Y2K – The 59 All-Time Greatest… – Column

Y2K – The 59 All-Time Greatest…

Translated from the French by Daniel Davis
collage by Scott Hefflon

Internationally renowned Music/Film/Fashion/Media critic Jean-Paul Bavard was recently asked by the editors of The Journal of French Semiotic Theory for his list of the most important and influential events and people of the 20th century. Not content to merely compile yet another end-of-the-century list as so many others have done, Mr. Bavard expanded his list to cover a much broader base, reflecting the impressive sweep of his globally admired critical expertise.
(Reprinted from The Journal of French Semiotic Theory, Oct. 1999. )

The 59 All-Time Greatest, Most Important, Most Influential, Life-Changing People, Albums, Events, Artists, Hairstyles, Films, Moments, Musicians, Novels, Supermodels, Television Programs, Entertainers, Songs, Celebrities, Newscasters, Philosophers, Scientific Breakthroughs, Consumer Products, Boy Bands, Poets, Superstars, Works of Art, and Web Sites of Year, Decade, Century and Millennium.

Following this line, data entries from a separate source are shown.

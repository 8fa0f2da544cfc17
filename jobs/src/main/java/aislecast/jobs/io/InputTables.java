package aislecast.jobs.io;

import java.io.IOException;
import java.util.ArrayList;
import java.util.List;
import java.util.Optional;
import org.apache.hadoop.fs.FileSystem;
import org.apache.hadoop.fs.Path;
import org.apache.spark.sql.Dataset;
import org.apache.spark.sql.Row;
import org.apache.spark.sql.SparkSession;

/**
 * Finds and reads the tables of an input folder. A table {@code t} is exactly one of
 * {@code t.csv} (CSV with a header; a file or a folder of CSV parts), {@code t.parquet} (file or
 * dataset folder) or {@code t/} (Parquet dataset folder). CSV is read with every column as text so
 * that malformed values are rejected row by row later instead of failing the read.
 *
 * <p>Works on any Hadoop file system Spark can see (local, HDFS, object stores).
 */
public final class InputTables {

  /** Storage format of one table entry. */
  public enum Format {
    CSV,
    PARQUET
  }

  /** One table as read: its raw rows, where it came from and in which format. */
  public record RawTable(String table, String location, Format format, Dataset<Row> rows) {}

  private InputTables() {}

  /**
   * Reads table {@code name} from {@code inputDir}, reporting it as {@code table} in messages.
   *
   * @return empty when the table is absent and not required
   * @throws InputException when a required table is absent, the entry is ambiguous, or it cannot
   *     be read
   */
  public static Optional<RawTable> read(
      SparkSession spark, String inputDir, String table, String name, boolean required) {
    Path dir = new Path(inputDir);
    FileSystem fs;
    try {
      fs = dir.getFileSystem(spark.sparkContext().hadoopConfiguration());
      if (!fs.getFileStatus(dir).isDirectory()) {
        throw new InputException("input " + inputDir + " is not a folder");
      }
    } catch (java.io.FileNotFoundException e) {
      throw new InputException("input folder " + inputDir + " does not exist");
    } catch (IOException e) {
      throw new InputException("cannot open input folder " + inputDir + ": " + e.getMessage(), e);
    }
    Path csv = new Path(dir, name + ".csv");
    Path parquetFile = new Path(dir, name + ".parquet");
    Path parquetDir = new Path(dir, name);
    List<Path> found = new ArrayList<>();
    List<Format> formats = new ArrayList<>();
    try {
      if (fs.exists(csv)) {
        found.add(csv);
        formats.add(Format.CSV);
      }
      if (fs.exists(parquetFile)) {
        found.add(parquetFile);
        formats.add(Format.PARQUET);
      }
      if (fs.exists(parquetDir) && fs.getFileStatus(parquetDir).isDirectory()) {
        found.add(parquetDir);
        formats.add(Format.PARQUET);
      }
    } catch (IOException e) {
      throw new InputException("cannot list input folder " + inputDir + ": " + e.getMessage(), e);
    }
    if (found.isEmpty()) {
      if (required) {
        throw new InputException(
            "table " + table + " is missing: expected " + name + ".csv, " + name + ".parquet or "
                + name + "/ (Parquet dataset) in " + inputDir);
      }
      return Optional.empty();
    }
    if (found.size() > 1) {
      throw new InputException(
          "table " + table + " is ambiguous: " + found + " all exist in " + inputDir
              + "; keep exactly one");
    }
    String location = found.get(0).toString();
    Format format = formats.get(0);
    Dataset<Row> rows;
    try {
      rows =
          format == Format.CSV
              ? spark.read()
                  .option("header", "true")
                  .option("inferSchema", "false")
                  .option("mode", "PERMISSIVE")
                  .csv(location)
              : spark.read().parquet(location);
    } catch (RuntimeException e) {
      throw new InputException(
          "cannot read table " + table + " from " + location + ": " + firstLine(e), e);
    }
    return Optional.of(new RawTable(table, location, format, rows));
  }

  private static String firstLine(Throwable e) {
    String m = String.valueOf(e.getMessage());
    int nl = m.indexOf('\n');
    return nl < 0 ? m : m.substring(0, nl);
  }
}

Certainement, now that the end of l’millennium is upon us, it is the time for selecting the many events and artists that define this arbitrarily chosen mathematical division of time that we all love and despise so very much. It is a difficult task for anyone, even an internationally-admired Music/Film/Fashion/Media critic such as myself. But it must be done, and so I have done it, in as precise and objective a manner as possible. A system was devised, measuring each possible candidate’s greatness, fabulousness, influence upon our culture, and general je ne sais quoi. The scores were tabulated through a complex mathematical equation, to balance such factors as sales, critical/historical import, and number of times mentioned in People magazine. As always, many deserving candidates were left off; and many underrated others were included. C’est la vie. I offer no apologies to the supporters of the likes of overrated things such as The Declaration of Independence (obviously stolen from French philosophes) or Winston Churchill.

1. Cher
2. Sergeant Pepper’s Lonely Hearts Club Band
3. The French Revolution
4. Electronica
5. Wittgenstein
6. Ally McBeal
7. penicillin invented
8. The U.S. Bill of Rights
9. Courtney Love
10. Invention of the Printing Press
11. Led Zeppelin II
12. Woodstock II
13. World War II
14. The Empire Strikes Back
15. Beck
16. JFK assassinated
17. Tupac assassinated
18. “Smells Like Teen Spirit”
19. Princess Diana
20. Woodstock
21. Foghat Live
22. Elvis Presley appears on Ed Sullivan
23. the Magna Carta is signed
24. Close Encounters of the Third Kind
25. Mozart
26. The Bridges of Madison County
27. Protestant Reformation
28. Cats
29. Michael Jordan
30. Pablo Picasso
31. Limp Bizkit
32. Leonardo Di Caprio
33. Leonardo Da Vinci
34. Iman
35. Hitler invades Poland
36. Madonna
37. Archduke Francis Ferdinand is assassinated
38. Puck kicked out of house on Real World
39. Michaelangelo’s “David”
40. “Ain’t Nuthin’ But a ‘G’ Thang”
41. Industrial Revolution
42. Fiona Apple
43. James Joyce
44. N’Sync*
45. The next Prodigy album**
46. Battle of Hastings
47. Citizen Kane
48. Spanish Inquisition
49. Sean “Puff Daddy” Combs
50. William Shakespeare
51. Joan of Arc
52. Pokemon
53. Louis XIV
54. Last episode of M*A*S*H
55. Bubonic plague sweeps Europe
56. Monica Lewinsky
57. Abraham Lincoln
58. The Macarena
59. Treaty of Ghent

* Back before they sold out, when it was about the music,.
** technically not released, or even recorded in this millennium, but it’s going to be brilliant, I can tell.